This chapter involves cutting and processing the outcrop shale from the Changning area in Yibin City, Sichuan Province, to prepare core samples parallel and vertical to the bedding planes. Uniaxial compression tests and Brazilian splitting tests were conducted to obtain the mechanical parameters of shale compression and tension. The anisotropic mechanical parameters of shale were systematically characterized in both bedding-perpendicular and bedding-parallel orientations. The elastic compressive modulus, Poisson’s ratio, compressive strength, tensile modulus, and tensile strength of the shale with parallel and vertical bedding planes were calculated and compared. Experimental results demonstrated significant anisotropic behavior in the studied shale formations. The quantified anisotropy parameters were subsequently implemented in a finite element model for hydraulic fracturing simulation. A 3D multi-cluster fracturing model of a heterogeneous shale reservoir with natural fractures was established, and the complex 3D fracture morphologies after the interaction between any two fractures were revealed.
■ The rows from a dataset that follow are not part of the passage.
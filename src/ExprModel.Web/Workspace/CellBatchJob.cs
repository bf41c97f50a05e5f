using ExprModel.Core.Export;
using ExprModel.Core.Mapping;
using ExprModel.Core.Models;
using ExprModel.Web.Simulation;

namespace ExprModel.Web.Workspace;

/// <summary>
/// The Map page's every-cell batch: a model per cell of a grouped dataset with the workspace's mapping and rule,
/// measured with the batch read-outs in bounded chunks (progress, cancel), summarised by group and written as CSV.
/// </summary>
public sealed class CellBatchJob(WorkspaceState workspace, ModelRunner runner, Func<Task> changed) : IDisposable
{
    /// <summary>The group column's value for cells without a label.</summary>
    public const string NoLabel = "(no label)";

    private CancellationTokenSource? _cts;
    private Dictionary<string, string>? _groupByCell;
    private List<BatchRow>? _rows;

    public bool Busy { get; private set; }
    public bool Cancelled { get; private set; }
    public int Done { get; private set; }
    public int Total { get; private set; }
    /// <summary>Rows measured so far (a cancelled job keeps what it has); null before the first run.</summary>
    public IReadOnlyList<BatchRow>? Rows => _rows;

    /// <summary>The group of a cell id in the workspace's dataset; null for an unlabelled cell or an ungrouped dataset.</summary>
    public string? GroupOf(string cellId)
    {
        if (workspace.Session?.Dataset is not { Groups: { } groups } dataset) return null;
        _groupByCell ??= groups.Members.SelectMany(m => m.Value.Select(i => (Cell: dataset.Table.CellIds[i], Group: m.Key)))
            .ToDictionary(x => x.Cell, x => x.Group, StringComparer.Ordinal);
        return _groupByCell.TryGetValue(cellId, out var g) ? g : null;
    }

    /// <summary>The rows so far summarised by group (unlabelled cells under <see cref="NoLabel"/>).</summary>
    public IReadOnlyList<BatchGroupSummary> Summary() => _rows is null ? [] : BatchGroupSummary.Create(_rows, id => GroupOf(id) ?? NoLabel);

    /// <summary>Batch read-outs for every cell, in bounded chunks with progress; cancellable. The rule is the one the models were built with.</summary>
    /// <param name="failed">Gets a message for the user.</param>
    public async Task RunAsync(MappingReport report, Action<string?> failed)
    {
        if (workspace.Session is not { } session) return;
        _cts?.Cancel();
        _cts?.Dispose();
        _cts = new CancellationTokenSource();
        var token = _cts.Token;
        Busy = true; Cancelled = false; Done = 0; Total = session.Dataset.Table.CellIds.Count;
        var rows = _rows = [];
        failed(null);
        try
        {
            await runner.CellBatchAsync(session.Dataset, report, workspace.Rule, done => { Done = done; _ = changed(); }, token, chunk => rows.AddRange(chunk));
        }
        catch (OperationCanceledException) { Cancelled = true; }
        catch (Exception e) when (e is UserInputException or SimulationTimeoutException) { failed(e.Message); }
        finally { Busy = false; }
        await changed();
    }

    public void Cancel()
    {
        _cts?.Cancel();
        Cancelled = true;
        _ = changed();
    }

    /// <summary>One row per cell with its group (as `exprmodel batch --per cell`), the caution and the rule in the comments; null before a run.</summary>
    public string? Csv()
    {
        if (_rows is null || workspace.Session is not { } session) return null;
        var rule = workspace.Rule;
        return BatchTable.Create(_rows, [ResearchCaution.Text,
            $"source: {session.Dataset.Table.Source}; every cell ({_rows.Count} of {Total}); rule: exponent {rule.Exponent}, reference {rule.ReferenceGroup ?? "dataset median"}, clamp {rule.ClampToPlausibleRange}"], GroupOf).ToString();
    }

    public void Dispose()
    {
        _cts?.Cancel();
        _cts?.Dispose();
    }
}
The bottom-hole pressure, hydraulic fracture area volume, and hydraulic fracture propagation morphology at the corresponding time under different reservoir conditions were obtained. The effects of the reservoir conditions and fracture propagation conditions were studied and discussed. This computational framework enabled comprehensive investigation of fracture propagation patterns and three-dimensional morphology evolution under anisotropic geomechanical conditions, providing critical insights into hydraulic fracture-geological structure interactions in shale reservoirs. The results are summarized as follows:
(1)
The shale samples exhibit distinct bedding planes, showing significant anisotropy. The elastic compressive modulus and Poisson’s ratio of the parallel bedding shale samples are similar to those of the vertical bedding shale samples, while the compressive strength of the parallel bedding shale samples is significantly greater than that of the vertical bedding shale samples. The elastic compressive modulus of the parallel bedding shale samples ranges from 22.42 to 32.74 GPa with a Poisson’s ratio between 0.11 and 0.15 and a compressive strength ranging from 127.82 to 223.21 MPa. The elastic compressive modulus of the vertical bedding shale samples ranges from 25.56 to 31.90 GPa with a Poisson’s ratio between 0.13 and 0.18 and a compressive strength ranging from 83.53 to 158.22 MPa.
(2)
The anisotropy in the tensile performance of shale by Brazilian splitting test is significant. Both vertical and horizontal bedding shale curves from the tests show increasing load with more vertical displacement, then a sharp drop in load. The ultimate failure load and tensile strength of the parallel bedding shale samples are less than those of the vertical bedding shale samples. The ultimate failure load of the parallel bedding shale samples ranges from 2.20 to 4.51 kN with a tensile strength of 3.68 to 7.54 MPa. The ultimate failure load of the vertical bedding shale samples ranges from 7.91 to 8.98 kN with a tensile strength of 13.01 to 14.65 MPa.
(3)
The tensile modulus of the parallel bedding shale samples is greater than that of the vertical bedding shale samples. The tensile modulus of the parallel bedding shale samples ranges from 4.52 to 5.19 GPa, while the tensile modulus of the vertical bedding shale samples ranges from 3.52 to 3.75 GPa. The elastic compressive modulus of the shale is 6 to 10 times the tensile modulus.
(4)
Under two different levels of the vertical ground stress (Cases 1 and 2), when the vertical ground stress of the reservoir was low, the hydraulic fracture induced by the injection well closest to the natural fracture expanded the fastest, and the natural fracture opened when it intersected with the hydraulic fracture. Through studies on two different levels of the horizontal ground stress (Cases 1 and 3), it was evident that when there was a greater difference in the horizontal ground stress, the natural fractures were more inclined to open after the point at which the hydraulic and natural fractures intersected.
(5)
The results from Case 4 revealed that as the injection rate increased, there was a corresponding increase in the initial pressure, the speed at which the hydraulic fracture area increased, and the speed of fracture spreading. Compared with the simulation results from Cases 4 and 5, it was evident that a higher viscosity of the fracturing fluid led to a faster propagation of the hydraulic fractures.
(6)
The experimental and numerical research findings could improve the fracturing process through a better understanding of the fracture propagation process and offer a scientific foundation for the efficient development of shale gas reservoirs and to foster advancements in hydraulic fracturing technology.

Author Contributions

Data curation, L.Y.; Writing—original draft, L.Y.; Writing—review & editing, X.W.; Visualization, T.N. All authors have read and agreed to the published version of the manuscript.

Funding

This work was supported by the National Natural Science Foundation of China (No. 51704015).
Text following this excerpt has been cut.